UFC fighter Bo Nickal on competing at the White House and life as an athlete-entrepreneur
Jun 15, 2026 with Bo Nickal
Key Points
- Bo Nickal fought at a White House UFC event that drew more viewers than the Super Bowl, according to the fighter.
- Nickal learned about the card seven months in advance, giving him unusual preparation time compared to typical ten-to-twelve-week notice for other fighters.
- The fighter plans a media tour and trip to Japan before returning to training camp, while managing unspecified business ventures between fight camps.
Summary
Read full transcript →Bo Nickal, a former Penn State wrestling champion now competing as a UFC middleweight, fought on the White House lawn at what UFC is calling its highest-profile event ever — one that, according to Nickal, drew more viewers than the Super Bowl.
The seven-month lead time
Most fighters learned they were on the card ten to twelve weeks out. Nickal knew seven months in advance, which he used to start preparing immediately. Rather than fixating on the scale of the moment, he stayed process-focused, refining his systems day by day and riding out the stress in waves. The result was, by his own account, a perfect performance.
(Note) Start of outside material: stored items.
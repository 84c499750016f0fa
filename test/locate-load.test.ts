// loadLandscape: a sift output's landscape.json is read and checked against src/landscape/schema.ts; each fault
// gives one message naming the file and the field (project rule: bad input gets a clear message, never a crash).
import { mkdtempSync, writeFileSync, mkdirSync } from 'node:fs';
import { tmpdir } from 'node:os';
import { join } from 'node:path';
import { describe, expect, it } from 'vitest';
import { energyRanks, loadLandscape } from '../src/landscape/load.js';
import { landscapeOf, pairedRuns } from './diff-fixtures.js';

const K = 6;
function sample() {
  const { A } = pairedRuns(1, K, 3, 2, 0, 0.004, 0.2);
  return landscapeOf(A, K);
}
function writeDir(content: string): string {
  const dir = mkdtempSync(join(tmpdir(), 'polysift-load-'));
  writeFileSync(join(dir, 'landscape.json'), content);
  return dir;
}

describe('loadLandscape', () => {
  it('reads a valid landscape from its folder or the file itself', () => {
    const dir = writeDir(JSON.stringify(sample()));
    const a = loadLandscape(dir);
    expect(a.path).toBe(join(dir, 'landscape.json'));
    expect(a.landscape.kept.length).toBe(5);
    expect(loadLandscape(join(dir, 'landscape.json')).landscape).toEqual(a.landscape);
  });

  it('says what is wrong, naming the file and field', () => {
    const cases: Array<[(l: any) => void, RegExp]> = [
      [(l) => { l.format = 'other'; }, /"format" is "other", expected "polysift-landscape"/],
      [(l) => { l.formatVersion = 2; }, /reads version 1 only/],
      [(l) => { l.parameters.k = 0; }, /"parameters.k" must be a positive integer/],
      [(l) => { l.structures[1].index = 7; }, /"structures\[1\]".index is 7, expected 1/],
      [(l) => { l.kept.push(99); }, /"kept\[5\]" must be a structure index below 5/],
      [(l) => { l.invariants.k = 5; }, /"invariants.k" is 5 but parameters.k is 6/],
      [(l) => { l.invariants.kept[0].pddRows.pop(); }, /"invariants.kept\[0\]".pddRows must hold/],
      [(l) => { l.invariants.kept[2].pddWeights[0] += 0.1; }, /pddWeights add up to/],
      [(l) => { l.invariants.kept.pop(); }, /has no entry for kept structure/],
      [(l) => { l.invariants.kept[1].amd = [1, 2]; }, /amd must hold k = 6 numbers/],
    ];
    for (const [spoil, message] of cases) {
      const l = sample();
      spoil(l);
      const dir = writeDir(JSON.stringify(l));
      expect(() => loadLandscape(dir)).toThrow(message);
      expect(() => loadLandscape(dir)).toThrow(join(dir, 'landscape.json'));
    }
  });

  it('reports a missing folder, a folder without landscape.json and truncated JSON', () => {
    expect(() => loadLandscape('/nonexistent/run')).toThrow(/\/nonexistent\/run: no such folder or file/);
    const empty = mkdtempSync(join(tmpdir(), 'polysift-load-'));
    mkdirSync(join(empty, 'x'));
    expect(() => loadLandscape(empty)).toThrow(/no landscape.json in this folder/);
    const dir = writeDir(JSON.stringify(sample()).slice(0, 200));
    expect(() => loadLandscape(dir)).toThrow(/not valid JSON .* truncated/);
  });

  it('ranks kept structures by energy, 1 = lowest', () => {
    const l = sample();
    const ranks = energyRanks(l);
    const sorted = l.kept.slice().sort((x, y) => (l.structures[x].energy as number) - (l.structures[y].energy as number));
    sorted.forEach((i, r) => expect(ranks.get(i)).toBe(r + 1));
  });
});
“I knew immediately after my last fight seven months ago that I was gonna be on the card... I started prepping immediately. And yeah, it was just a lot of a lot more media, a lot more attention, a lot more buzz... President Trump was actually the way he was kind of positioned around the ring, it was like he was right next to my cornerman.”
The crowd dynamic
The White House event felt different from a typical UFC card. Nickal comes from a college wrestling background where home crowds were uniformly in his corner — something that hasn't always been true since he turned professional. This one felt like that again. President Trump was positioned so close to the ring that Nickal says it was almost as if he was in his corner.
Post-fight
Fighters were sent back to the hotel to wait out the main event before doing press together. Nickal plans a media tour of roughly a week to ten days to capitalize on the visibility, a trip to Japan, and some time on his businesses before returning to training camp.
The only number he volunteers is the Super Bowl viewership comparison, and he offers it without a source. The businesses he references remain unspecified — he says only that he'll spend time on them between camps.